── Supplied entries

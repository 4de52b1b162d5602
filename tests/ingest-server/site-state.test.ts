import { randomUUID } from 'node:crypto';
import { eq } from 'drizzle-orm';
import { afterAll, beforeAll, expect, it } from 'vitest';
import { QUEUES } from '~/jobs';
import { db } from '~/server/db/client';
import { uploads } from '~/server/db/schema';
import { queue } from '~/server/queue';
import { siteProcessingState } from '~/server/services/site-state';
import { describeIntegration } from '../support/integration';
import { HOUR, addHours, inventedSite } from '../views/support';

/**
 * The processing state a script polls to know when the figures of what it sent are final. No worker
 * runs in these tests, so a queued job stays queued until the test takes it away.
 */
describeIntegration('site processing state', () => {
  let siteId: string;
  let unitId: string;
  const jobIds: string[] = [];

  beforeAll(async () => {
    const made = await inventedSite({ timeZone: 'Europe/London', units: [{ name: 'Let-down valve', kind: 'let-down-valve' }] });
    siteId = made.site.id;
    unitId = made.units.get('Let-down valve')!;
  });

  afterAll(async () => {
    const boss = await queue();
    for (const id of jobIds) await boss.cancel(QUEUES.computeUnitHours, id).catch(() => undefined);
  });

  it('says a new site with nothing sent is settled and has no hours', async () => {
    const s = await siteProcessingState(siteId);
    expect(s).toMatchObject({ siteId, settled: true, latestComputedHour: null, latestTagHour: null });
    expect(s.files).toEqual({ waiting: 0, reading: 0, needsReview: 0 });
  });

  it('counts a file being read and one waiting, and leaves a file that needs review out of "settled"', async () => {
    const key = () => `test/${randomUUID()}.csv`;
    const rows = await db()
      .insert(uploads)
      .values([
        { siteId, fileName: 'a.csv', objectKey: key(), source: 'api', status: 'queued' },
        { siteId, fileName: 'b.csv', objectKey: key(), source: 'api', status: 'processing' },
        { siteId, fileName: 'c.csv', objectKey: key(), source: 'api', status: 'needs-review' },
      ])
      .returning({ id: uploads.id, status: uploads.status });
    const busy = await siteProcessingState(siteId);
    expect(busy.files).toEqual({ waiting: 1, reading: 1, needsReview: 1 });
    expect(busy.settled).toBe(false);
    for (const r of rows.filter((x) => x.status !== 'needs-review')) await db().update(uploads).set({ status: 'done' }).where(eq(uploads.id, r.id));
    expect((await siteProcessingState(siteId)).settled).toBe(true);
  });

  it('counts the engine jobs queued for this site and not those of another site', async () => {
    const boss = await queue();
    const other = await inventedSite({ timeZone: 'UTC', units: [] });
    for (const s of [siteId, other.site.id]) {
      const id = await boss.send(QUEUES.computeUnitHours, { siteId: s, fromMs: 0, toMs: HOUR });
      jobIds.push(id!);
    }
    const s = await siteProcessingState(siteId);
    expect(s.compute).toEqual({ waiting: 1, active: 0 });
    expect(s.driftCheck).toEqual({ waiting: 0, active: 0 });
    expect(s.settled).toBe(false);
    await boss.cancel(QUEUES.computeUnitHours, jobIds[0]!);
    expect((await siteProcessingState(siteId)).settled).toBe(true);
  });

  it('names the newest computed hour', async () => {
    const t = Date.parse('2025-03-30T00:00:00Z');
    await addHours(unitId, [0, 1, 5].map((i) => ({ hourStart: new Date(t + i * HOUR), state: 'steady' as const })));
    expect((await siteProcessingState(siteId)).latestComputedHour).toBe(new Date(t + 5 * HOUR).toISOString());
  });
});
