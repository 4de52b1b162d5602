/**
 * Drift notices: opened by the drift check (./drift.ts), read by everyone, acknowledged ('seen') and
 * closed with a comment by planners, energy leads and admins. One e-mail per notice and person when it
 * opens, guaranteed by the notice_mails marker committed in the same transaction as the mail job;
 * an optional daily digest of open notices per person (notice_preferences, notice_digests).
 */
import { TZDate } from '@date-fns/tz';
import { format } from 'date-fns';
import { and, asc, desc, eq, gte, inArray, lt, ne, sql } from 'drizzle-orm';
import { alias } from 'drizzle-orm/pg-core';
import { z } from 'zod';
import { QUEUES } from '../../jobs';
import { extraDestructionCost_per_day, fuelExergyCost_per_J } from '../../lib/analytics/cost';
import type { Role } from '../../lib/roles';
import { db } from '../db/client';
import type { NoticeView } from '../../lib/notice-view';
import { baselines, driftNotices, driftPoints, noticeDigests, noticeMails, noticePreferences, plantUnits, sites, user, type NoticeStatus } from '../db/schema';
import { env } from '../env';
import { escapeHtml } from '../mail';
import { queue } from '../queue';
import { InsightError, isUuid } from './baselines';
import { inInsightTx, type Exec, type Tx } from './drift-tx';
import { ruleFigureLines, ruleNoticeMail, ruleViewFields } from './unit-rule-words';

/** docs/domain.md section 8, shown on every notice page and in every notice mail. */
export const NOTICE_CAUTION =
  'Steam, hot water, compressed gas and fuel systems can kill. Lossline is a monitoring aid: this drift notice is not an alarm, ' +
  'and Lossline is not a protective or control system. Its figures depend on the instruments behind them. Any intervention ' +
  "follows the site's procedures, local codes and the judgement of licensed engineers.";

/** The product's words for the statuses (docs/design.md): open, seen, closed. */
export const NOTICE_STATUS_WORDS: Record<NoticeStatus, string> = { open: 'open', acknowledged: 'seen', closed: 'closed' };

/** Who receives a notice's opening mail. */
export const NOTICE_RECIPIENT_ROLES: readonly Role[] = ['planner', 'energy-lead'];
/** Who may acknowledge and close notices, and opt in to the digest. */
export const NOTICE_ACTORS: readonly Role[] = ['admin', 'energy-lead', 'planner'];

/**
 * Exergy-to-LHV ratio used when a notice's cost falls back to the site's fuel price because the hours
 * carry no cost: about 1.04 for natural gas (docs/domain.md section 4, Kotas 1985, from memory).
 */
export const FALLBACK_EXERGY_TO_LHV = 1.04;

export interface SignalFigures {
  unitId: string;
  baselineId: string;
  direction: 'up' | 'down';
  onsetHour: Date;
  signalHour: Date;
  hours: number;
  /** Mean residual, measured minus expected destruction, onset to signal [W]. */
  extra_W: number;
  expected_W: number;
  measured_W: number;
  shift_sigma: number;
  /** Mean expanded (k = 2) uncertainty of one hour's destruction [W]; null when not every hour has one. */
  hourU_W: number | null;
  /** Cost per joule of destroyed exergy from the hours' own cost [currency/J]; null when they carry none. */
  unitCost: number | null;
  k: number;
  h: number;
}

────

• _Aim of the task_
Please list every line of the records that contains "seen".

• _Your response_
 * Drift notices: opened by the drift check (./drift.ts), read by everyone, acknowledged ('seen') and
/** The product's words for the statuses (docs/design.md): open, seen, closed. */
export const NOTICE_STATUS_WORDS: Record<NoticeStatus, string> = { open: 'open', acknowledged: 'seen', closed: 'closed' };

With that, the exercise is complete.